What is expected |
Include in the output exactly the lines from the opening of the data through the line containing "xlsx cells) and", and nothing more.

Recorded data:

---+---

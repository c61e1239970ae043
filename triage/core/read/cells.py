"""Cell validation: ids, attributes, periods, numbers and lags, vectorised per column.

Each ``checked_*`` function takes one column as read (text, categories, typed Parquet values or
xlsx cells) and returns it with its canonical type, or refuses the cells with a message naming
the column, the rows and examples (:class:`CellContext`). Checks run on the distinct values where
a column has few of them (categories).

Ids and attribute cells keep their control characters (C0 ``\\x00``-``\\x1f``, DEL, C1
``\\x80``-``\\x9f``) exactly as written, with a notice counting the cells: machine-readable
output (CSV, JSON, exports, the ledger) must join back with the file byte for byte. Whatever
shows them in a terminal replaces them (``triage.core.text.visible``). Periods, which are parsed
and never written back, have them replaced, so that a message quoting a cell is safe.

The patterns and limits here (control and bidi characters, look-alike ids, the year range, the
largest number and lag) are also what the streamed reader checks (``triage.core.read.stream``).
"""

from __future__ import annotations

import calendar
import datetime as dt
import re
import unicodedata
from collections.abc import Callable, Sequence
from dataclasses import dataclass, field
from pathlib import Path
from typing import NoReturn

import numpy as np
import pandas as pd

from triage.core import schema
from triage.core.dialect import FileOptions, date_format_advice
from triage.core.errors import format_rows
from triage.core.ledger import TEXT_MAX
from triage.core.portfolio import DAY_NS
from triage.core.read.columns import ColumnPlan, column_label
from triage.core.read.messages import EXAMPLES_SHOWN, fail, plural, sanitized
from triage.core.text import STORED_TABLE

# C0, DEL and C1, written with escapes so the pattern itself holds no control bytes.
CONTROL_PATTERN = r"[\x00-\x1f\x7f-\x9f]"


# Trojan Source bidi controls (CVE-2021-42574) are flagged in ids, not replaced.
# Built from code points: pyarrow's RE2 engine has no \u escapes (pandas would fall back to
# Python's re, per cell), and bidi characters must not appear literally in source code.
_BIDI_PATTERN = f"[{chr(0x202A)}-{chr(0x202E)}{chr(0x2066)}-{chr(0x2069)}]"


SUSPECT_PATTERN = f"{CONTROL_PATTERN}|{_BIDI_PATTERN}"


# Look-alike ids (issue 10 §7): ids that differ only in what does not show. Characters that do
# not show: format characters (Unicode category Cf: zero-width space and joiners, word joiner,
# byte-order mark, soft hyphen, bidi marks) and the fillers that render blank. Spaces: every
# Unicode space, line and paragraph separator. Written as code points, for both regex engines.
_INVISIBLE = "".join(
    chr(c)
    for c in (
        0x00AD, 0x034F, 0x061C, 0x115F, 0x1160, 0x17B4, 0x17B5, 0x180E,
        *range(0x200B, 0x2010), *range(0x202A, 0x202F), *range(0x2060, 0x2070),
        0x3164, 0xFEFF, 0xFFA0,
    )
)  # fmt: skip


_SPACES = "".join(
    chr(c)
    for c in (0x20, 0x85, 0xA0, 0x1680, *range(0x2000, 0x200B), 0x2028, 0x2029, 0x202F, 0x205F,
              0x3000)
)  # fmt: skip


#: An id that may look like another: not ASCII, or a space at an end or two spaces in a row.
LOOKALIKE_CANDIDATE = f"[{chr(0x80)}-{chr(0x10FFFF)}]|^ | $|  "


# float64 holds every whole number exactly only up to 2**53 (IEEE 754 binary64, 53-bit significand).
MAX_MAGNITUDE = float(2**53)


# Digits are [0-9]: \d would also match Arabic-Indic, full-width and other digits, which
# Python's float() and int() read but docs/input-format.md does not accept (plain numbers only).
ISO_DATE = re.compile(r"^([0-9]{4})-([0-9]{2})(?:-([0-9]{2}))?(?:[T ]00:00(?::00(?:\.0+)?)?)?$")


_FIRST_YEAR, _LAST_YEAR = 1900, 2199


#: Largest forecast lag, in periods (almost two centuries of weeks): a larger number is a typo
#: or another column, and would not fit the integer types lags are held in.
LAG_MAX = 10_000


#: The day numbers (since 1970-01-01) of the accepted year range.
FIRST_DAY = (dt.date(_FIRST_YEAR, 1, 1) - dt.date(1970, 1, 1)).days


LAST_DAY = (dt.date(_LAST_YEAR, 12, 31) - dt.date(1970, 1, 1)).days


UNITS_PER_DAY = {"s": 86_400, "ms": 86_400_000, "us": 86_400 * 10**6, "ns": DAY_NS}


_NUMBER = r"^[+-]?(?:[0-9]+\.?[0-9]*|\.[0-9]+)(?:[eE][+-]?[0-9]+)?$|^[+-]?(?:inf|infinity)$"


_INTEGER = r"^[+-]?[0-9]+(?:\.0*)?$"


_EXCEL_ERRORS = ("#DIV/0!", "#VALUE!", "#REF!", "#NAME?", "#NUM!", "#NULL!", "#N/A", "#SPILL!")


@dataclass
class CellContext:
    """What a column check needs to word its message."""

    path: Path
    plan: ColumnPlan
    rows: Callable[[np.ndarray], list[int]]
    notices: list[str]
    control_cells: dict[str, int] = field(default_factory=dict)
    options: FileOptions = field(default_factory=FileOptions)

    def fail(
        self,
        position: int,
        problem: str,
        bad: np.ndarray,
        values: pd.Series | None,
        hint: str,
        detail: str = "",
    ) -> NoReturn:
        """Raise for the cells ``bad`` (positions) of column ``position``."""
        rows = self.rows(bad)
        examples = f": {_examples(values, bad, rows)}" if values is not None else ""
        fail(
            self.path,
            f"column {column_label(self.plan, position)} {problem} in {len(rows)} "
            f"{'row' if len(rows) == 1 else 'rows'} ({format_rows(rows)}){examples}."
            + (f" {detail}" if detail else ""),
            hint,
        )


def _examples(values: pd.Series, bad: np.ndarray, rows: list[int]) -> str:
    shown: dict[str, int] = {}
    sample = values.iloc[bad[:500]]
    for text, row in zip(sample.astype(object).tolist(), rows[:500], strict=False):
        key = sanitized(f"{text:.15g}" if isinstance(text, float) else str(text))
        if key not in shown:
            shown[key] = row
            if len(shown) == EXAMPLES_SHOWN:
                break
    return "e.g. " + ", ".join(f"'{text}' (row {row})" for text, row in shown.items())


def is_blank(values: pd.Series) -> np.ndarray:
    """Which cells are missing or only white space."""
    if isinstance(values.dtype, pd.CategoricalDtype):
        codes = category_codes(values)
        blank_codes = np.flatnonzero(np.asarray(values.cat.categories.str.strip() == ""))
        if not blank_codes.size:
            return codes < 0
        return (codes < 0) | np.isin(codes, blank_codes)
    out: np.ndarray = (values.str.strip() == "").to_numpy(dtype=bool, na_value=True)
    return out


def as_text(values: pd.Series) -> tuple[pd.Series, np.ndarray]:
    """Any column as text (``str``, or ``category`` of ``str``) plus its missing-cell mask.

    Numbers and dates from typed formats (Parquet, xlsx) become their plain written form; a whole
    number stored as float loses its '.0' (123.0 -> '123').
    """
    if isinstance(values.dtype, pd.CategoricalDtype):
        cats = values.cat.categories
        if not isinstance(cats.dtype, pd.StringDtype):
            values = _recode(values, pd.Index(_format_cells(pd.Series(cats, dtype=object))))
        return values, category_codes(values) < 0
    if isinstance(values.dtype, pd.StringDtype):
        return values, values.isna().to_numpy()
    if values.dtype == object:
        missing = pd.isna(values).to_numpy()
        return pd.Series(_format_cells(values), dtype=str), missing
    codes, uniques = pd.factorize(values, use_na_sentinel=True)
    labels = _format_cells(pd.Series(np.asarray(uniques, dtype=object), dtype=object))
    return _from_codes(codes, labels), codes < 0


def _format_cells(values: pd.Series) -> list[str]:
    """Written form of typed cells (per cell: only for xlsx cells and distinct Parquet values)."""
    out: list[str] = []
    for value in values.tolist():
        if value is None or (isinstance(value, float) and np.isnan(value)):
            out.append("")
        elif isinstance(value, bool):
            out.append("TRUE" if value else "FALSE")
        elif isinstance(value, float) and value.is_integer():
            out.append(str(int(value)))
        elif (
            isinstance(value, dt.datetime | pd.Timestamp)
            and value == pd.Timestamp(value).normalize()
        ):
            out.append(value.strftime("%Y-%m-%d"))
        else:
            out.append(str(value))
    return out


def category_codes(values: pd.Series) -> np.ndarray:
    """Category codes without a copy (``Series.cat.codes`` builds a new Series)."""
    return np.asarray(values.array.codes)


def _recode(values: pd.Series, categories: pd.Index) -> pd.Series:
    """Give a categorical new category labels, merging labels that became equal."""
    return _from_codes(category_codes(values), categories)


def _from_codes(codes: np.ndarray, labels: Sequence[str] | pd.Index) -> pd.Series:
    """Categorical text from codes (-1: missing) into ``labels``, which may repeat."""
    label_codes, uniques = pd.factorize(pd.Index(labels, dtype=str))
    if not len(label_codes):
        return pd.Series(pd.Categorical.from_codes(codes, categories=pd.Index([], dtype=str)))
    mapped = np.where(codes < 0, -1, label_codes[np.maximum(codes, 0)])
    return pd.Series(pd.Categorical.from_codes(mapped, categories=pd.Index(uniques, dtype=str)))
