/**
 * The web app's engine: one object, living in a Web Worker, that holds everything heavy — the terrain, the study
 * (grid, ground, sensor models, volume cells), a cache of footprints per (site position, mast, sensor type) and
 * the current network — and answers the app with small things: summaries, tables, images, GeoJSON text.
 *
 * Jobs that take long (coverage, plan, compare) report progress, can be cancelled between sites and within a
 * site's sweep, and only ever replace the state when they finish, so quick calls (an outage toggle, a cursor
 * read-out, an image) can run while a job is in flight. Moving a site changes its footprint key: the next run
 * computes that site again and takes every other footprint from the cache.
 *
 * No DOM and no file access: the worker entry (engine-worker.ts) adds PNG encoding and the pool's transport, and
 * the tests drive this class directly in Node with an inline executor.
 */
import { InputError } from '../../shared/errors.ts';
import { fileLocator, parseScenario, type Scenario } from '../../shared/scenario.ts';
import { formatFl } from '../../shared/units.ts';
import { computeFootprints, type Candidate } from '../core/coverage.ts';
import { diagramData } from '../core/diagram.ts';
import { inlineExecutor, type Executor } from '../core/floor.ts';
import type { Footprint } from '../core/footprint.ts';
import type { GridGeo } from '../core/grid.ts';
import { KINDS, Network, type FoldKind } from '../core/network.ts';
import {
  difference,
  outageTable,
  servedMasks,
  tally,
  type LevelLoss,
  type SiteLoss,
} from '../core/outage.ts';
import {
  DEFAULT_SAFETY_TIME_LIMIT_MS,
  DEFAULT_SOLVER_NODES,
  solvePlan,
  type PlanInstance,
  type PlanOptions,
  type PlanResult,
} from '../core/plan.ts';
import {
  cellArcSecThatFits,
  estimateRefusal,
  estimateRun,
  footprintBytes,
  GiB,
  heldAfterCoverage,
  MemoryLedger,
  studyBlame,
  studyRun,
  tileFileRefusal,
  tileRefusal,
} from '../core/memory-estimate.ts';
import { Terrain, type DemTile } from '../core/terrain.ts';
import { cellsAtLevel, meets, volumeStats, type VolumeLevelStats } from '../core/volumes.ts';
import { renderDiagramSvg } from '../io/diagram-svg.ts';
import type { Provenance } from '../io/provenance.ts';
import { buildReportHtml, type ReportPlan } from '../io/report-html.ts';
import { buildReportModel } from '../io/report-model.ts';
import { featureCollection, stringifyGeoJson } from '../io/geojson.ts';
import { readDemTile } from '../io/geotiff-read.ts';
import { levelLayers, maskLayer } from '../io/layers.ts';
import {
  mlatLevelMap,
  mlatNetwork,
  mlatOutageOf,
  mlatReport,
  mlatStudyOf,
  type MlatNetwork,
  type MlatSiteLoss,
} from '../io/mlat-figures.ts';
import { mlatAccuracyImage, mlatLegend } from '../io/mlat-image.ts';
import {
  foldImage,
  foldLegend,
  floorLevelImage,
  floorStep,
  GAINED_COLOR,
  GAP_COLOR,
  LOSS_COLOR,
  maskImage,
  reliefImage,
  type LegendStop,
  type RasterImage,
} from '../io/render.ts';
import {
  analysisGrid,
  buildDemand,
  DEMAND_POINT_BYTES,
  candidate,
  checkNetworkLevels,
  layerMeta,
  levelAltitudesM,
  modelWarnings,
  openStudy,
  planInstance,
  studyConventions,
  studyDay,
  studyNetwork,
  studyTargets,
  terrainBounds,
  type Study,
  type StudyConventions,
  type StudyScenario,
} from '../io/study.ts';

export interface SensorRef {
  siteId: string;
  typeId: string;
}

export type ProgressFn = (fraction: number, stage: string) => void;

export class Cancelled extends Error {
  constructor() {
    super('cancelled');
    this.name = 'Cancelled';
  }
}

export interface TileSummary {
  name: string;
  width: number;
  height: number;
  west: number;
  south: number;
  east: number;
  north: number;
  /** Pixel size: arc seconds for lon/lat tiles, metres for projected ones. */
  pixel: { x: number; y: number; unit: 'arcsec' | 'm' };
  crs: string;
  /** The tile's georeferencing (its CRS included): what the app's new study is built from (io/new-study.ts). */
  geo: GridGeo;
  voidsFilled: number;
  minM: number;
  maxM: number;
  warnings: string[];
}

---+---

Result of the exercise |
repository c61e1239970ae043
filename triage/core/read/cells.py
"""Cell validation: ids, attributes, periods, numbers and lags, vectorised per column.

Each ``checked_*`` function takes one column as read (text, categories, typed Parquet values or
xlsx cells) and returns it with its canonical type, or refuses the cells with a message naming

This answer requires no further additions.